To see why we need to change the laws that govern car accidents in order to accommodate driverless cars, imagine a situation where a driverless vehicle is responsible for a car accident and the human operator did not interfere with or override the robot pilot. Who should be liable for the damages? The “driver” who did nothing other than sit in the car’s driver seat and select the car’s destination?
It would be difficult to hold the human “driver” at fault in such an accident under the fault-based negligence regime that currently governs car accidents. After all, the conduct of the driver who caused the accident (getting in the car, programming in the car’s destination) is indistinguishable from the conduct of the driver who gets in a car, programs its destination and arrives safely at his destination. It is difficult to see how the conduct of the former driver, who got in an accident, can be considered negligent, given that our Anglo-American concept of negligence requires that a person liable for negligence have acted “unreasonably” and the driver who was involved in the accident acted in the exact same way as the driver whose voyage was entirely uneventful.

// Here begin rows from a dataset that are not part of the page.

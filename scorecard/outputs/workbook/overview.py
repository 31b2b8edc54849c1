"""The Overview sheet: a cover page a reviewer reads first.

Label in column A, value in column B; short tables where a fact has one row per sample; long
sentences in wrapped cells merged across the page width.
"""

from __future__ import annotations

import math
from pathlib import Path

from openpyxl.utils import get_column_letter
from openpyxl.worksheet.worksheet import Worksheet

from scorecard.build import frames
from scorecard.card import frames as card_frames
from scorecard.config.sources import is_query
from scorecard.evaluation.additivity import LEVEL, MAX_PATTERNS, departures_frame, notable
from scorecard.outputs.cautions import CAUTION
from scorecard.outputs.workbook import style
from scorecard.outputs.workbook.manifest import Manifest
from scorecard.outputs.workbook.tables import safe_value, set_print_layout, write_table

LABEL_WIDTH, VALUE_WIDTH, VALUE_COLUMNS = 48, 14, 6
RUN_TIME_LABEL = "Time of the run (UTC)"
DATA_HASH_LABEL = "Data SHA-256 (of the file, or of a folder's file hashes)"
QUERY_HASH_LABEL = "Data SHA-256 (of the rows the query returned, in order)"
READING = ("Colour repeats what signs and words say, so a black-and-white print reads the same: "
           "a blue tint marks lower risk (positive weight of evidence, shown with +), a sand tint "
           "higher risk (negative, shown with -). Every figure names the sample it comes from: "
           "development (the fit), holdout (set aside at random) or out of time (a later period).")

BENCHMARK_LABEL = "Cost of the scorecard form (AUC)"


# More pairs than this are left to the build's result (result.additivity).
MAX_PAIRS_SHOWN = 10


def benchmark_text(b) -> str:
    """How the benchmark beside the card was made, in one sentence."""
    return (f"The benchmark is a logistic regression on the raw columns the build classed "
            f"(numbers standardised, missing values and sentinels at the median; categories "
            f"one-hot), fitted on {b.fitted:,} development rows; it and the card are scored on "
            f"the same {b.compared:,} {b.sample} rows. The gap is what the points-table form "
            f"costs in ranking.")


class _Page:
    """A cursor down the cover page."""

    def __init__(self, ws: Worksheet):
        self.ws, self.row = ws, 1

    def heading(self, text: str) -> None:
        self.row += 1
        self.ws.cell(self.row, 1, safe_value(text)).font = style.HEADING_FONT
        self.row += 1

    def fact(self, label: str, value, number_format: str | None = None) -> None:
        self.ws.cell(self.row, 1, safe_value(label)).font = style.BOLD
        cell = self.ws.cell(self.row, 2, safe_value(value))
        # Numbers and text line up under one another on a cover page.
        cell.alignment = style.LEFT
        if number_format is not None:
            cell.number_format = number_format
        self.row += 1

    def paragraph(self, text: str, font=None) -> None:
        """Text wrapped across the value columns, its row tall enough for every line."""
        ws, row = self.ws, self.row
        ws.merge_cells(start_row=row, start_column=1, end_row=row, end_column=1 + VALUE_COLUMNS)
        cell = ws.cell(row, 1, safe_value(text))
        cell.alignment = style.WRAP
        if font is not None:
            cell.font = font
        characters_per_line = (LABEL_WIDTH + VALUE_WIDTH * VALUE_COLUMNS) * 0.95
        lines = math.ceil(len(text) / characters_per_line)
        ws.row_dimensions[row].height = 15 * lines + 3
        self.row += 1

    def table(self, frame, formats) -> None:
        _, last = write_table(self.ws, frame, start_row=self.row, formats=formats)
        self.row = last + 1


def write_overview(ws: Worksheet, result, manifest: Manifest) -> None:
    """Fill the cover page from a build result and its run manifest."""
    ws.column_dimensions["A"].width = LABEL_WIDTH
    for k in range(VALUE_COLUMNS):
        ws.column_dimensions[get_column_letter(2 + k)].width = VALUE_WIDTH
    config, card, samples = result.config, result.card, result.samples
    page = _Page(ws)
    ws.cell(1, 1, safe_value(config.name)).font = style.TITLE_FONT
    page.row = 2
    page.paragraph(f"A points scorecard ranking applications by their risk of the outcome "
                   f"'{', '.join(map(str, config.data.bad))}' against "
                   f"'{', '.join(map(str, config.data.good))}' in column "
                   f"'{config.data.target}': a higher score means lower risk.")
    page.paragraph(CAUTION, style.BOLD)

    page.heading("Data")
    source_facts(page, config.data.source)
    page.fact("Rows read", samples.rows_read, style.COUNT)
    page.fact("Rows left out (outcome neither bad nor good)", samples.left_out, style.COUNT)
    page.table(frames.samples_frame(samples),
               {"Rows": style.COUNT, "Goods": style.COUNT, "Bads": style.COUNT,
                "Bad rate": style.PERCENT})
    waterfall_table(page, getattr(result, "waterfall", None))
    for name, what in getattr(result, "extreme_values", {}).items():
        page.paragraph(f"Warning: column {name}: {what}.", style.BOLD)

    inference = getattr(result, "rejects", None)
    if inference is not None:
        page.heading("Declined applications (reject inference)")
        rejects = config.rejects.source if config.rejects is not None else inference.source
        if is_query(rejects):
            page.fact("Declined applications (database)", rejects.shown_url)
            page.fact("Declined applications query", rejects.query)
        else:
            page.fact("Declined applications file", Path(inference.source).name)
        page.fact("Declined applications read", inference.rows, style.COUNT)
        page.fact("Reject inference method", inference.method)
        page.fact("Rejects' inferred bad rate against the accepts'",
                  f"{inference.inferred_bad_rate:.1%} against {inference.accepts_bad_rate:.1%} "
                  "(see the Reject inference sheet)")
        if inference.method != "none":
            page.paragraph("The card was fitted on the development accepts plus the declined "
                           "applicants with their inferred outcomes (so the Bins sheet's counts "
                           "include them); the samples below and every measure of performance "
                           "are accepts only.", style.NOTE_FONT)

    page.heading("Scaling")
    s = card.scaling
    page.fact("Base score", s.base_score, "0")
    page.fact("Good:bad odds at the base score", s.base_odds, "0.##")
    page.fact("Points to double the odds", s.pdo, "0.##")
    page.fact("Factor (points to double the odds / ln 2)", s.factor, style.WOE)
    page.fact("Offset (base score - factor x ln odds)", s.offset, style.WOE)
    page.fact("Largest score change caused by rounding", card.rounding_change, "0.00")
    page.fact("Lowest and highest attainable score", f"{card.min_score} to {card.max_score}")

    page.heading("How well the score separates goods from bads")
    page.table(frames.discrimination_frame(result.performance),
               {"AUC": style.MEASURE, "Gini": style.MEASURE, "KS": style.MEASURE})
    for name, why in getattr(result, "unmeasured", {}).items():
        page.paragraph(f"Warning: the {name} sample {why}, so its measures are not available.",
                       style.BOLD)
    if getattr(result, "benchmark", None) is not None:
        b = result.benchmark
        page.fact(BENCHMARK_LABEL, f"card {b.card_auc:.4f}; raw logistic regression "
                                   f"{b.logistic_auc:.4f} ({b.sample})")
        page.paragraph(benchmark_text(b))
    additivity_section(page, getattr(result, "additivity", ()),
                       getattr(result, "rejects", None) is not None)

    page.heading(f"Characteristics in the model ({len(card.characteristics)})")
    page.table(card_frames.model_frame(card), {"Information value": style.WOE, "Coefficient": style.WOE,
                                    "Lowest points": style.INTEGER, "Highest points": style.INTEGER})

    page.heading("Run manifest")
    page.fact("Config file", Path(manifest.config_file).name)
    page.fact("Config file SHA-256", manifest.config_sha256)
    page.fact(QUERY_HASH_LABEL if manifest.data_query else DATA_HASH_LABEL, manifest.data_sha256)
    page.fact("Rows read", samples.rows_read, style.COUNT)
    page.fact("Rows per sample", "; ".join(f"{name} {rows:,}" for name, rows in samples.rows.items()))
    page.fact("Random seed of the holdout split", manifest.seed)
    for number, rule in enumerate(manifest.exclusions, start=1):
        page.fact(f"Exclusion rule {number} (data.exclude)", rule)
    for name, version in manifest.versions:
        page.fact(f"Version of {name}", version)
    page.fact(RUN_TIME_LABEL, manifest.run_time)

    page.heading("How to read this workbook")
    page.paragraph(READING)
    set_print_layout(ws)
    ws.page_setup.orientation = "portrait"


def additivity_section(page, departures, with_rejects: bool) -> None:
    """The pairs of characteristics whose joint bins the card's added points do not fit."""
    if not departures:
        return
    found = notable(departures)
    page.heading("Pairs the added points cannot hold (additivity screen)")
    page.paragraph(
        f"{len(departures)} pairs of characteristics, each with at least one in the card, were "
        f"screened on the development rows (on a random {MAX_PATTERNS:,} of their distinct "
        "patterns where there are more): rows grouped by the bins of both, the card's own "
        "log-odds as they stand, and the departure from added points measured by a score "
        "statistic beyond what new points for each characteristic alone could fit. A pair is "
        f"listed when its p-value is below {LEVEL:g} divided by the number of pairs. A listed "
        "pair means the trend of one characteristic differs between bins of the other; a "
        "segmented card (segments: in the config) on the column named may rank better, and "
        "it should be checked on the holdout before use."
        + (" With reject inference, the screen is of the accepts-only card on the development "
           "accepts, whose outcomes are known." if with_rejects else ""), style.NOTE_FONT)
    if not found:
        page.paragraph("No pair departs from additivity beyond chance.")
        return
    page.table(departures_frame(found[:MAX_PAIRS_SHOWN]),
               {"Score statistic": "0.0", "Degrees of freedom": style.INTEGER,
                "p-value": "0.0E+00", "Gain per 1,000 rows (nats)": "0.00"})


def source_facts(page, source) -> None:
    """The data source as a committee document names it.

    A file by its name (its hash is in the run manifest), never a path of the modeller's
    machine; a database query by its URL without password and the query itself.
    """
    if is_query(source):
        page.fact("Data source (database)", source.shown_url)
        page.fact("Data query", source.query)
    else:
        page.fact("Data file", Path(source).name)


def waterfall_table(page, waterfall) -> None:
    """The exclusion waterfall under its heading: rows read, removed by each rule, of another
    outcome, used (nothing when the build has none)."""
    if waterfall is None:
        return
    page.heading("From rows read to rows used (exclusion waterfall)")
    page.table(waterfall.frame(), {"Rows removed": style.COUNT, "Rows left": style.COUNT})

Since, presumably, most accidents involving robot-driven vehicles will be due to some software error, perhaps the victims of robot car accidents will sue Google or other robot car manufacturers in product liability actions for selling defective products (defective software code). Such a system would insure that accident victims are compensated, but it would also mean that robot car manufacturers — the Googles, Fords and Toyotas of the world — would become the insurer of every car accident. Could any car manufacturer afford such a burden? Likely not.
It seems what we need therefore — in order to insure that the victims of robot-driven cars are compensated — is new legislation which would change the common law rules that govern car accidents. In particular, we need a system of compulsory auto insurance and a new legislatively-created rule that the owners of driverless cars are responsible for all accidents that they cause, regardless of whether they were piloting the car at the moment the accident occurred.
Such a change would replace our current negligence-based system of liability for car accidents with a strict liability regime that makes cars’ owners automatically liable for any damage caused by their cars, but it seems the only workable legal framework for a future of driverless cars.
Under the current legal regime, car manufacturers would have to insure every accident on their own, a burden that no company, even one as large as Google, can afford.